> _EXERCISE PROMPT_
The answer must consist only of the lines from the line with "k, ok := 0.0, len(pair) == 2" to the line with "chooseDiagram gives a", both included, exactly as they stand below.

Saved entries
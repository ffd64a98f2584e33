package studyfile

import (
	"example.org/tailback/ctm/study"
	"example.org/tailback/demand"
)

// cost reads [cost], nil where the study has none: nothing is assumed.
//
//	[cost]
//	currency      = "USD"
//	value_of_time = { car = 18, truck = 30 }   # money per hour of a person, or of a vehicle where occupancy has none
//	occupancy     = { car = 1.67 }             # persons per vehicle
//	operating     = 0.45                       # money per vehicle-km, optional
//	source        = "where the values come from"
func (d *draft) cost(classes []demand.Class) *study.Cost {
	t := d.root.table("cost")
	if t == nil {
		return nil
	}
	t.known("currency value_of_time occupancy operating source")
	c := &study.Cost{Currency: t.text("currency"), Source: t.text("source"), Time: make([]float64, len(classes))}
	for key, value := range map[string]string{"currency": c.Currency, "source": c.Source} {
		if value == "" {
			t.fault(at(t, key), "", "[cost] needs a `%s`", key)
		}
	}
	c.Operating = amount(t, "operating") / 1000
	values, persons := t.table("value_of_time"), t.table("occupancy")
	words := ""
	for i := range classes {
		words += " " + classes[i].Name
	}
	if values == nil {
		t.fault(at(t, "value_of_time"), "such as { "+classes[0].Name+" = 18 }, in money per hour", "[cost] needs `value_of_time` for each class")
		return c
	}
	values.known(words)
	if persons != nil {
		persons.known(words)
	}
	for i := range classes {
		name := classes[i].Name
		if !values.has(name) {
			t.fault("value_of_time", "", "class `%s` has no value of time", name)
		}
		c.Time[i] = amount(values, name) / 3600
		if persons != nil && persons.has(name) {
			c.Time[i] *= amount(persons, name)
		}
	}
	return c
}

// amount reads a number that is not negative; 0 where it is not given.
func amount(t *table, key string) float64 {
	x := t.number(key, 0)
	if !(x >= 0 && x < 1e12) {
		t.fault(key, "", "`%s` is %g: it must be 0 or more", key, x)
		return 0
	}
	return x
}
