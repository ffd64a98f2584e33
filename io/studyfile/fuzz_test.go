package studyfile

import (
	"os"
	"path/filepath"
	"strings"
	"testing"
)

// readWith reads the faultless study with one file's content replaced. Whatever it holds, the reader must return, and
// every error must name a file.
func readWith(t *testing.T, file string, content []byte) {
	dir := t.TempDir()
	for name, text := range faultless {
		data := []byte(text)
		if name == file {
			data = content
		}
		if name == "demand.toml" && file == "counts.csv" {
			data = []byte(strings.Replace(text, "start = \"06:00\"\nevery = \"60 min\"\nflow = [900, 1200]", "counts = \"counts.csv\"\nunit = \"veh\"", 1))
		}
		if err := os.WriteFile(filepath.Join(dir, name), data, 0o666); err != nil {
			t.Fatal(err)
		}
	}
	s, err := Read(filepath.Join(dir, "study.toml"))
	if err == nil {
		if s.Base == nil || s.Base.Network == nil || len(s.Base.Demand.Entries) == 0 {
			t.Fatal("no error, but no study either")
		}
		return
	}
	list, ok := err.(Errors)
	if !ok || len(list) == 0 {
		t.Fatalf("the error is %T: %v", err, err)
	}
	for _, e := range list {
		if !strings.HasPrefix(e.File, dir) || e.Text == "" {
			t.Errorf("error without file or text: %+v", e)
		}
	}
}

func FuzzStudyFile(f *testing.F) {
	text := faultless["study.toml"]
	f.Add([]byte(text))
	f.Add([]byte(strings.ReplaceAll(text, "\n", "\r\n")))
	f.Add([]byte("\ufeff" + text))
	f.Add([]byte(text + "[[alternative]]\nname = \"a\"\n[[alternative.lane_closure]]\nlinks = [\"E1\"]\nlanes = 1\n"))
	f.Add([]byte(text + "[[outflow]]\nlink = \"E2\"\nflow = 1e308\n[queue]\nwhen = \"60 %\"\n"))
	f.Add([]byte("a = [[[[[[[[[[[[{a.b.c = [1,2]}]]]]]]]]]]]]\ntime.start = \"06:00\""))
	f.Add([]byte("diagram = 3\ntime = [1]\ncorridor = {}\nalternative = [3]"))
	f.Fuzz(func(t *testing.T, data []byte) { readWith(t, "study.toml", data) })
}

func FuzzDemandFile(f *testing.F) {
	text := faultless["demand.toml"]
	f.Add([]byte(text))
	f.Add([]byte("[class.a]\npce = 1e300\n" + text))
	f.Add([]byte(strings.Replace(text, "0.9", "[0.9, 0.8]", 1)))
	f.Add([]byte("entry = 1\nturning = [[1]]\nclass = []"))
	f.Fuzz(func(t *testing.T, data []byte) { readWith(t, "demand.toml", data) })
}

func FuzzNetworkFile(f *testing.F) {
	text := faultless["network.geojson"]
	f.Add([]byte(text))
	f.Add([]byte("\ufeff" + strings.ReplaceAll(text, "\n", "\r\n")))
	f.Add([]byte(strings.ReplaceAll(text, `"E1"`, "17")))
	f.Add([]byte(strings.Replace(text, `"geometry": {"type": "Point", "coordinates": [-40.00, 12.02]}`, `"geometry": null`, 1)))
	f.Add([]byte(strings.Replace(text, "12.00", "1e400", 1)))
	f.Add([]byte(`{"type": "FeatureCollection", "features": [null, 3, {}, {"type": "Feature"}]}`))
	f.Fuzz(func(t *testing.T, data []byte) { readWith(t, "network.geojson", data) })
}

func FuzzCountsFile(f *testing.F) {
	f.Add([]byte(faultless["counts.csv"]))
	f.Add([]byte("\ufefftime,E1\r\n06:00,\"9\"\r\n07:00,1e9\r\n"))
	f.Add([]byte("time\n"))
	f.Add([]byte("time,E1,E1\n06:00,1,2\n06:00,1,2\n\"07:00,1"))
	f.Fuzz(func(t *testing.T, data []byte) { readWith(t, "counts.csv", data) })
}
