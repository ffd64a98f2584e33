package studyfile

import (
	"strings"

	"example.org/tailback/network"
	"example.org/tailback/network/diagram"
	"example.org/tailback/network/unit"
)

// Diagram is a [diagram.NAME] of the study.
type Diagram struct {
	Name   string
	Shape  string
	Params diagram.Params
	Drop   float64
	Curve  diagram.Diagram
	Links  int // how many links use it
}

// diagramKeys are the keys of a [diagram.NAME].
const diagramKeys = "shape free_speed capacity jam_density wave_speed critical_density exponent points discharge_drop"

// diagrams reads every [diagram.NAME].
func (d *draft) diagrams() {
	t := d.root.table("diagram")
	if t == nil {
		if !d.root.has("diagram") {
			d.root.fault("", `add [diagram.default] with shape = "triangular", free_speed, capacity and jam_density`, "a study needs at least one [diagram.NAME]")
		}
		return
	}
	for _, name := range sortedKeys(t.keys) {
		s := t.table(name)
		if s == nil {
			continue
		}
		s.known(diagramKeys)
		g := Diagram{Name: name, Shape: s.text("shape"), Params: s.params(), Drop: s.quantity("discharge_drop", unit.Share, 0)}
		switch {
		case s.bad:
		case g.Shape == "":
			s.fault("", "", "a diagram needs a `shape`: %s", strings.Join(shapeNames(), ", "))
		case g.Drop >= 1:
			s.fault("discharge_drop", "", "a drop of %g leaves nothing: it must be below 1", g.Drop)
		default:
			var err error
			if g.Curve, err = diagram.New(g.Shape, g.Params); err != nil {
				s.fault("shape", "", "%v", err)
			}
		}
		d.Diagrams = append(d.Diagrams, g)
	}
}

func shapeNames() []string {
	var names []string
	for _, s := range diagram.Shapes() {
		names = append(names, s.Name)
	}
	return names
}

// params reads the parameters of a shape.
func (t *table) params() diagram.Params {
	p := diagram.Params{
		FreeSpeed: t.quantity("free_speed", unit.Speed, 0), Capacity: t.quantity("capacity", unit.FlowPerLane, 0),
		JamDensity: t.quantity("jam_density", unit.DensityPerLane, 0), WaveSpeed: t.quantity("wave_speed", unit.Speed, 0),
		CriticalDensity: t.quantity("critical_density", unit.DensityPerLane, 0), Exponent: t.number("exponent", 0),
	}
	if !t.has("points") {
		return p
	}
	list, _ := t.keys["points"].([]any)
	for _, x := range list {
		pair, _ := x.([]any)
		k, ok := 0.0, len(pair) == 2
		q := 0.0
		if ok {
			k, ok = plain(pair[0])
		}
		if ok {
			q, ok = plain(pair[1])
		}
		if !ok {
			t.fault("points", "", "`points` must hold pairs of numbers, [density in veh/km/lane, flow in veh/h/lane]")
			return p
		}
		p.Points = append(p.Points, [2]float64{k * unit.VehPerKilometre, q * unit.VehPerHour})
	}
	if len(list) == 0 {
		t.fault("points", "", "`points` must be a list of pairs [density in veh/km/lane, flow in veh/h/lane]")
	}
	return p
}

// plain is a TOML number as a float.
func plain(x any) (float64, bool) {
	switch v := x.(type) {
	case int64:
		return float64(v), true
	case float64:
		return v, v == v && v-v == 0 // neither NaN nor infinite
	}
	return 0, false
}

// standIn takes the place of a diagram that could not be read, so that the rest of the network can be checked.
var standIn, _ = diagram.New("triangular", diagram.Params{FreeSpeed: 30, WaveSpeed: 5, JamDensity: 0.15})

// chooseDiagram gives a link its diagram: the one it names, else the one named like its kind, else `default`; with the
// link's own free speed, capacity and jam density.
func (d *draft) chooseDiagram(r *road, ft *feature, l *network.Link) {
	l.Diagram = standIn
	name := ft.textOf("diagram")
	g := d.diagram(name)
	if name != "" && g == nil {
		r.fault(ft, "", "`diagram` names `%s`, but the study has no [diagram.%s]", name, name)
		return
	}
	if g == nil {
		g = d.diagram(l.Kind)
	}
	if g == nil {
		g = d.diagram("default")
	}
	if g == nil {
		if len(d.Diagrams) > 0 {
			r.fault(ft, "add [diagram.default], or give the link a `diagram`", "no diagram fits: the study has none named like its kind `%s` and no default", l.Kind)
		}
		return
	}
	if g.Curve == nil {
		return // reported where it stands
	}
	g.Links++
	l.Shape, l.Params, l.Diagram, l.Drop = g.Shape, g.Params, g.Curve, g.Drop
	over := diagram.Params{}
	own := false
	for key, place := range map[string]*float64{"free_speed": &over.FreeSpeed, "capacity": &over.Capacity, "jam_density": &over.JamDensity} {
		kind := map[string]unit.Kind{"free_speed": unit.Speed, "capacity": unit.FlowPerLane, "jam_density": unit.DensityPerLane}[key]
		if x, given := r.quantity(ft, key, kind); given {
			if !(x > 0) {
				r.fault(ft, "", "`%s` must be more than 0", key)
				return
			}
			*place, own = x, true
		}
	}
	if !own {
		return
	}
	p, err := g.Params.Override(g.Shape, over)
	if err == nil {
		l.Params = p
		l.Diagram, err = diagram.New(g.Shape, p)
	}
	if err != nil {
		r.fault(ft, "", "its own values do not go with [diagram.%s]: %v", g.Name, err)
		l.Diagram = g.Curve
	}
}

func (d *draft) diagram(name string) *Diagram {
	for i := range d.Diagrams {
		if d.Diagrams[i].Name == name {
			return &d.Diagrams[i]
		}
	}
	return nil
}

> _ANSWER BOX_
		k, ok := 0.0, len(pair) == 2
		q := 0.0
		if ok {
			k, ok = plain(pair[0])
		}
		if ok {
			q, ok = plain(pair[1])
		}
		if !ok {
			t.fault("points", "", "`points` must hold pairs of numbers, [density in veh/km/lane, flow in veh/h/lane]")
			return p
		}
		p.Points = append(p.Points, [2]float64{k * unit.VehPerKilometre, q * unit.VehPerHour})
	}
	if len(list) == 0 {
		t.fault("points", "", "`points` must be a list of pairs [density in veh/km/lane, flow in veh/h/lane]")
	}
	return p
}

// plain is a TOML number as a float.
func plain(x any) (float64, bool) {
	switch v := x.(type) {
	case int64:
		return float64(v), true
	case float64:
		return v, v == v && v-v == 0 // neither NaN nor infinite
	}
	return 0, false
}

// standIn takes the place of a diagram that could not be read, so that the rest of the network can be checked.
var standIn, _ = diagram.New("triangular", diagram.Params{FreeSpeed: 30, WaveSpeed: 5, JamDensity: 0.15})

// chooseDiagram gives a link its diagram: the one it names, else the one named like its kind, else `default`; with the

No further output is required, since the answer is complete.